To me, the main danger comes (for example) not from geneticists, but those who would form a business climate based on Social Darwinist perversions of genetic views.
Alonzo Fyfe
September 1, 2003, 08:19 PM
Originally posted by Gurdur
As someone who regularly slums it in the Political Discussions forum here, I will respectfully disagree with you.
Just my own individual experience.
To me, the main danger comes (for example) not from geneticists, but those who would form a business climate based on Social Darwinist perversions of genetic views. [/B]

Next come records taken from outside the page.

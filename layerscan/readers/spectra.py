"""Open a spectrum as instruments export it: text or CSV, whatever separates its columns and decimals."""

from __future__ import annotations

import re
from dataclasses import dataclass, replace
from pathlib import Path
from typing import TYPE_CHECKING

import numpy as np

from layerscan.errors import InputError, SettingsError
from layerscan.readers.images import check_file, hash_file
from layerscan.records import Spectrum

if TYPE_CHECKING:
    from os import PathLike

    from layerscan.records import FloatArray, SpectrumKind

MIN_ROWS = 5
MAX_BYTES = 1 << 23
PERCENT_ABOVE = 2.0
"""Values above this, where no unit is stated, are taken as percent: no surface sends back twice the light."""

MICROMETRES_BELOW = 50.0
"""Wavelengths below this, where no unit is stated, are taken as um."""

_KINDS: tuple[tuple[str, SpectrumKind], ...] = (
    (r"reflect|reflex|\brfl\b|%\s*r\b|^r\s*[\[(]?%?[\])]?$", "reflectance"),
    (r"transm|%\s*t\b|^t\s*[\[(]?%?[\])]?$", "transmittance"),
    (r"absorb|\babs\b|\boptical density\b|^a$", "absorbance"),
)
_EMPTY_CELLS = {"", "nan", "na", "n/a", "-", "--", "inf", "-inf", "#n/a"}
_UNCERTAINTY = re.compile(
    r"^(u|sd|s\.d\.|std|stdev|st\.? ?dev\.?|sigma|uncertainty|error|err|se)($|[_ .(\[])|[_ ](u|sd|std|sigma)$"
)
_LAYOUTS: tuple[tuple[str | None, str], ...] = (
    ("\t", "."), ("\t", ","), (";", "."), (";", ","), (",", "."), (None, "."), (None, ","),
)  # fmt: skip


@dataclass(frozen=True, kw_only=True)
class Table:
    """The largest block of number rows in a text, and the header above it."""

    cells: FloatArray  # (rows, columns), NaN where a cell is empty
    names: tuple[str, ...]  # one per column, empty where nothing names it
    header: str


def open_spectrum(
    path: str | PathLike[str], *, quantity: SpectrumKind | None = None, column: int | str | None = None
) -> Spectrum:
    """Open a measured spectrum from text or CSV.

    Parameters
    ----------
    path : path-like
        Columns separated by tabs, semicolons, commas or spaces; decimal point or comma; header lines of any kind.
    quantity : {"reflectance", "transmittance", "absorbance"}, optional
        What the values are, where the file does not say it or says it wrongly.
    column : int or str, optional
        Column to read: its number in the file, from 0 (the wavelength is a column too), or its name.

    Returns
    -------
    Spectrum
        Wavelengths in nm, increasing; reflectance and transmittance 0 to 1; ``u`` from a column named u, sd, std or
        the like. All that was assumed is said among ``doubts``.

    Raises
    ------
    InputError
        Missing, empty, no table of numbers, fewer than five usable rows, all NaN, counts instead of reflectance.
    SettingsError
        No such column, or an unknown quantity.

    Notes
    -----
    Values are percent where the column's name says so or their 98th percentile over 400 to 700 nm is above 2.
    Wavelengths are um where all are below 50, wave numbers in 1/cm where the header says so, else nm.
    """
    path = Path(path)
    if quantity is not None and quantity not in ("reflectance", "transmittance", "absorbance"):
        raise SettingsError(f"Quantity '{quantity}' is not known. Give reflectance, transmittance or absorbance.")
    check_file(path)
    table = read_table(_read_text(path), name=path.name)
    doubts: list[str] = []
    axis = _wavelength_column(table)
    chosen = _choose_column(table, axis, quantity, column, path.name, doubts)
    wavelength_nm = _to_nm(table, axis, path.name, doubts)
    kind = _kind(table, chosen, quantity, doubts)
    value = table.cells[:, chosen].copy()
    spread = _uncertainty_column(table, axis, chosen)
    u = None if spread is None else np.abs(table.cells[:, spread])
    wavelength_nm, value, u = _tidy(wavelength_nm, value, u, path.name, doubts)
    factor = _scale(table, chosen, kind, wavelength_nm, value, doubts)
    value, u = value * factor, None if u is None else u * factor
    visible = (wavelength_nm >= 400) & (wavelength_nm <= 700)
    bright = value[visible] if visible.any() else value
    flags: tuple[str, ...] = ()
    if kind == "reflectance" and float(np.percentile(bright, 90)) > 1.0:
        flags = ("specular_reference_suspected",)
    return Spectrum(
        wavelength_nm=wavelength_nm,
        value=value,
        kind=kind,
        u=u,
        source=path.name,
        sha256=hash_file(path),
        doubts=tuple(doubts),
        flags=flags,
    )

I am afraid that I seldom visit the Political Discussions forum. From what I know of the habits of such creatures, it does make sense to find them in the Political Discussions forum, but not here. In the areas I am accustomed to visiting, Social Darwinism is known on the surface to be in error.
Perhaps, some day, if you should find a few of them in a group somewhere, you may point them out to me.
Gurdur
September 1, 2003, 08:30 PM
Originally posted by Alonzo Fyfe
I am afraid that I seldom visit the Political Discussions forum. From what I know of the habits of such creatures, it does make sense to find them in the Political Discussions forum, but not here. In the areas I am accustomed to visiting, Social Darwinism is known on the surface to be in error.
No need to be so nasty about my lowlife slumming habits.
Perhaps, some day, if you should find a few of them in a group somewhere, you may point them out to me.
Naming names may well get me in trouble.
Try:
here (http://www.iidb.org/vbb/showthread.php?threadid=59393)
here (http://www.iidb.org/vbb/showthread.php?threadid=61526)
here (http://www.iidb.org/vbb/showthread.php?threadid=60995)
here (http://www.iidb.org/vbb/showthread.php?threadid=58931)
and here (http://www.iidb.org/vbb/showthread.php?threadid=60652)
for interestingly subtle examples.
Overt agitprop is a little rarer now that Trebaxian Vir has left; yet there's a hell of a lot of Social Darwinist thinking below the surface of much politico-economic grandstanding in the PD.